- WHAT YOU ARE ASKED TO DO:
Work through the data below and copy out every line where "their" is found.

═══ RAW DATA ═══

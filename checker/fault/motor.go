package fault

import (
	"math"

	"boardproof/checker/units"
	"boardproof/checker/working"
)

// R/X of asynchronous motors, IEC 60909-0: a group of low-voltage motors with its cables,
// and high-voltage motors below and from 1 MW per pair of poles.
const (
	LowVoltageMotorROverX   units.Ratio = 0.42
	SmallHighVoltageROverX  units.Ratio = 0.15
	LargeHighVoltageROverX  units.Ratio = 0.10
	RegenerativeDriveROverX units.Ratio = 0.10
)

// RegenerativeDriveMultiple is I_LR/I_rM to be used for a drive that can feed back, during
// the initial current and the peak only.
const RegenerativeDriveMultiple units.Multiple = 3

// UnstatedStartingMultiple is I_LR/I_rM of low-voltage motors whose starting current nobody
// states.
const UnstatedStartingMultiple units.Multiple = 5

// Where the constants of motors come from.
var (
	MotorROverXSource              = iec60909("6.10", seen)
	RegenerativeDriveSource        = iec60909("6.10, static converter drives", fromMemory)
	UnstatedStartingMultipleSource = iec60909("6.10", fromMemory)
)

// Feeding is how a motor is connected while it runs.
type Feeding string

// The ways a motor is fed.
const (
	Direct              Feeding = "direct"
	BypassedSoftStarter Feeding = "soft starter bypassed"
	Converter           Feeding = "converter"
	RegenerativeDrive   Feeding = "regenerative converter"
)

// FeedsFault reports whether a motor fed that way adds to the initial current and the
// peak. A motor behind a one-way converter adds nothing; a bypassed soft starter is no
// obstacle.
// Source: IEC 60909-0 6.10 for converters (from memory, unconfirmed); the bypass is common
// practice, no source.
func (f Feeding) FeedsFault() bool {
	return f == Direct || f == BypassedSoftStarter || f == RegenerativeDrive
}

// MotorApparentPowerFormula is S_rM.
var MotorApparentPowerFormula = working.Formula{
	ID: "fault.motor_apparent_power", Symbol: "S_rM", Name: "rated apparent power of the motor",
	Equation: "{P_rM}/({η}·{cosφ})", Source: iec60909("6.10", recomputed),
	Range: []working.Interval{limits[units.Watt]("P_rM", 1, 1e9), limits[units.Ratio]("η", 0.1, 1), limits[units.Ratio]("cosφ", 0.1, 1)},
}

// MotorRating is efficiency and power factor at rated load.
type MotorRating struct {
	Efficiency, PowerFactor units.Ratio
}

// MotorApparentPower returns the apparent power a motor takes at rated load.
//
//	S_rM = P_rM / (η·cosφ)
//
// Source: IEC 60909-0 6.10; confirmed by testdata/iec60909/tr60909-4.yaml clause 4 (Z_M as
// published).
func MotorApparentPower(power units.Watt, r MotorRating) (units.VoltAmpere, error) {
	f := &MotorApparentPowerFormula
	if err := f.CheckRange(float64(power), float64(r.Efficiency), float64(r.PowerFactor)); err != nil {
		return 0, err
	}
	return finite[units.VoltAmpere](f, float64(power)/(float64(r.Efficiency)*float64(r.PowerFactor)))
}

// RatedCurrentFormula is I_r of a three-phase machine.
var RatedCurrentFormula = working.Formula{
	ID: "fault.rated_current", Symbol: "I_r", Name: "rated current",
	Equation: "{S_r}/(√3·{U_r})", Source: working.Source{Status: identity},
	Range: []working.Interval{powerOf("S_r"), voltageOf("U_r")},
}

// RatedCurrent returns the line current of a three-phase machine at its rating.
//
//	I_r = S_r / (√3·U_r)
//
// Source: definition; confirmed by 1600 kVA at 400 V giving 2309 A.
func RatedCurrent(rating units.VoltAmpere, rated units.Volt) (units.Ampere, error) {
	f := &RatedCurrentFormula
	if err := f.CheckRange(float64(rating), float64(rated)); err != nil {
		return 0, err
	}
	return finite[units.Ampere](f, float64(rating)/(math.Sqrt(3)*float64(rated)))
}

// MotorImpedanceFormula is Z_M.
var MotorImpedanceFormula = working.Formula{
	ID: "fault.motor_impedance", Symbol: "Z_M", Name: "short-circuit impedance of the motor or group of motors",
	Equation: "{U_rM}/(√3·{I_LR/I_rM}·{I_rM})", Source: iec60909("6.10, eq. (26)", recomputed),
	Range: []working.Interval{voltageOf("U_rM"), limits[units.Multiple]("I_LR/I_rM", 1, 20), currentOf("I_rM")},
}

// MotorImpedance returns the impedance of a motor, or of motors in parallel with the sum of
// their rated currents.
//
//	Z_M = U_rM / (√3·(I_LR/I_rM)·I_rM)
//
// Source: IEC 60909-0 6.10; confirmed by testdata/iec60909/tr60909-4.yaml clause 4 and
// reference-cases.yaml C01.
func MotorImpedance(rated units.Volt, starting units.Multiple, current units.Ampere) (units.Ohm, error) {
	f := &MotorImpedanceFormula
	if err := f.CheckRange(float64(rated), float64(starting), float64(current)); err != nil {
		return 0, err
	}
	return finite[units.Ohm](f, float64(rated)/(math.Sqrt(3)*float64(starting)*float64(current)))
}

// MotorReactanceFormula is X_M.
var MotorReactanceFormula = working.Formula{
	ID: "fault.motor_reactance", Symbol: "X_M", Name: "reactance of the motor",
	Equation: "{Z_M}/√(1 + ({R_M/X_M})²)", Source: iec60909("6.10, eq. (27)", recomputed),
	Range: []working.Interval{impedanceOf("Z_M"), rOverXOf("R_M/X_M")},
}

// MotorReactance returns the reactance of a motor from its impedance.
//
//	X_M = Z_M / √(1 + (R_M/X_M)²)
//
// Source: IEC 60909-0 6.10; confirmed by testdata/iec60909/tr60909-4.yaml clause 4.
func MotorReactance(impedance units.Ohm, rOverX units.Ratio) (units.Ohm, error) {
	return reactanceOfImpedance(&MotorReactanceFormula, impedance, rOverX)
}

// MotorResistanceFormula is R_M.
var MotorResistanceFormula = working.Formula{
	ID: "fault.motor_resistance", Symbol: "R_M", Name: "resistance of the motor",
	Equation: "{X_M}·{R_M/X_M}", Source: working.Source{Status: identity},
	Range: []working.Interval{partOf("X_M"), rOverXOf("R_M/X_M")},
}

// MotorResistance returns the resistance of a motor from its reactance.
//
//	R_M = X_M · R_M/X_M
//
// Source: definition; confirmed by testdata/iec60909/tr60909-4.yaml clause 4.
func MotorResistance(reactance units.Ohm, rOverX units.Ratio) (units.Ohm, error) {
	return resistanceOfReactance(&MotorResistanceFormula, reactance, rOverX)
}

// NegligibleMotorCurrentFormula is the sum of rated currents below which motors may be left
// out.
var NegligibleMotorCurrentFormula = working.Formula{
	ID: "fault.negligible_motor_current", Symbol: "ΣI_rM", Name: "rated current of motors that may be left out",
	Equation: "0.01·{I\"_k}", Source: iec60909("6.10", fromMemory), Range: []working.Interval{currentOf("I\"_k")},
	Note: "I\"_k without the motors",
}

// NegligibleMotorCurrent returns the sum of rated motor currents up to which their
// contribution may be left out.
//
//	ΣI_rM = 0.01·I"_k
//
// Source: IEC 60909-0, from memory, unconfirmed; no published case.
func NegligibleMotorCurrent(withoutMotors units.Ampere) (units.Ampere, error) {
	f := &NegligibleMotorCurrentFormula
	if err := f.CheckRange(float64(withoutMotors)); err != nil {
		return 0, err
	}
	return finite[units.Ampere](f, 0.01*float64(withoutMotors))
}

═══

- THE ANSWER:
// their rated currents.
// NegligibleMotorCurrent returns the sum of rated motor currents up to which their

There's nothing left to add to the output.